R : Les 35 h ont permis de créer plus de 150 emplois à SANOFI-Recherche à Montpellier. Dans les réunions du MCC (mouvement des cadres chrétiens) au début des années 90, nous avions identifié que le problème du chômage était que la masse de travail n’augmentant pas, il fallait surtout mieux partager le travail.

R : Le partage du travail ? Notre richesse vient de l’extérieur, de la compétitivité des entreprises, du gain de productivité et de la productivité globale de notre pays. Compte tenu de la dette de l’état, il faut que la répartition des richesses soit un compromis entre ce qui est produit et les charges de l’état.

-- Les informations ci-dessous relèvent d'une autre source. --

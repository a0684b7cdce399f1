// E-mail end to end: the real server queues in PostgreSQL (pg-boss), nodemailer speaks SMTP to a
// real maildev that this file starts, stops and starts again. Nothing of the mail path is mocked.
import { mkdtempSync, writeFileSync } from 'node:fs';
import { tmpdir } from 'node:os';
import { join } from 'node:path';
import { afterAll, beforeAll, describe, expect, it } from 'vitest';
import { eq, sql } from 'drizzle-orm';
import { io as connect, type Socket } from 'socket.io-client';
import { startMailSink, type MailSink } from '../../api/scripts/lib/maildev.mjs';
import { freePort } from '../../api/scripts/lib/net.mjs';
import { articles, branches } from '../../api/src/db/schema/index';
import { REPLIES_QUEUE } from '../../api/src/features/mail/notifications';
import { MAIL_QUEUE } from '../../api/src/features/mail/mail.queue';
import type { RunningServer } from '../../api/src/server';
import type { ClientToServerEvents, ServerToClientEvents } from '../../shared/src/events';
import { closeTestDb, makeAccount, makeUser, testDb, unique } from '../support/fixtures';
import { signedInClient, startTestServer, TestClient } from '../support/server';
import { newClientId, ticketWorld } from '../support/tickets';

interface CaughtMail {
  id: string;
  subject: string;
  text: string;
  html: string;
  to: { address: string }[];
}

const APP_URL = 'http://desk.lightoff.test';
const REPLY_DELAY = 2;
const JOBS_SCHEMA = `pgboss_mail_${process.pid}_${Date.now() % 100_000}`;
let server: RunningServer;
let sink: MailSink;
let ports: { smtp: number; web: number };
const sockets: Socket[] = [];

const startSink = async (): Promise<MailSink> =>
  startMailSink({
    root: process.cwd(),
    smtpPort: ports.smtp,
    webPort: ports.web,
    logFile: join(tmpdir(), `lightoff-mail-test-${process.pid}.log`),
  });

beforeAll(async () => {
  ports = { smtp: await freePort(), web: await freePort() };
  sink = await startSink();
  // A page for the app's paths, so the links in e-mails can be opened whether or not the app is built.
  const web = mkdtempSync(join(tmpdir(), 'lightoff-mail-web-'));
  writeFileSync(join(web, 'index.html'), '<!doctype html><div id="app"></div>');
  server = await startTestServer({
    SMTP_PORT: String(ports.smtp),
    MAIL_RETRY_DELAY_SECONDS: '1',
    MAIL_REPLY_DELAY_SECONDS: String(REPLY_DELAY),
    // Our own queue tables: other test files' servers must not deliver this file's e-mail.
    JOBS_SCHEMA,
    APP_URL,
    WEB_DIST: web,
  });
}, 60_000);
afterAll(async () => {
  sockets.forEach((s) => s.disconnect());
  await server?.stop();
  await sink?.stop();
  await testDb().db.execute(sql.raw(`drop schema if exists ${JOBS_SCHEMA} cascade`));
  await closeTestDb();
});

R : La sécurité sociale et le financement des retraites par répartitions sont nés en 1945, alors que le pays était ruiné et que les caisses de l’état étaient vides. Depuis le PIB a augmenté suffisamment pour financer sécurité sociale et retraites ; le problème c’est que l’assiette de cotisation ne se base pratiquement que sur les salaires. L’agriculture, à ce titre, est un bon exemple. On est passé de 10 millions d’agriculteurs après la guerre, à environ1 million maintenant. Et les 10 millions d’agriculture ont si bien développé notre productivité agricole que nous avons pu avoir des excédents, même avec 90% d’emplois en moins. Il y a donc bien eu gain de productivité. Le problème c’est que le nombre des actifs cotisants pour la retraite de leurs ainés remet en cause le système de répartition. Et la solution impitoyable actuelle est de baisser la retraite des paysans. Ce n’est pas normal.

R : Un des problèmes des 35h, c’est qu’on a partagé le temps de travail, mais pas les salaires.

R : Les références culturelles et politiques sont un état de fait. Il n’y a qu’a voir la lutte de certains américains contre le Président Obama qui a fait voter une loi pour permettre à plus de 30 millions d’américains de pouvoir avoir accès à la sécurité sociale.

R : Pour certains, la liberté c’est un renard libre dans un poulailler.

On peut faire de petites choses, à notre niveau.

Est-ce que nous sommes assez pris à la gorge ? On a encore trop à perdre.

Q : J’ai apprécié tous les exemples concernant l’action dans les entreprises. Que peut-on dire de l’action des églises ?

R : Les églises prennent des positions de partage et d’avancées sociales qui ne sont pas toujours repris par les chrétiens. L’homme doit être au cœur de tout projet. Il suffit de relire les textes de nos évêques. Par exemple « Qu’as-tu fait de ton frère ? » ou la dernière encyclique de Benoit XVI.

Pour Calvin il ne faut pas faire de l’usure sur l’argent prêté aux pauvres.

Il faut lutter pour des comportements éthiques. Le CCFD propose d’agir dans des campagnes comme celle sur le contenu des étiquettes ou celles sur les paradis fiscaux. On doit être en éveil sur tous nos actes. Sur une affiche de la dernière campagne du CCFD Terre Solidaire nommée « Aidons l’ardent » on peut lire : « Je suis l’argent, je ne dors jamais, mais j’ai quand même des rêves ».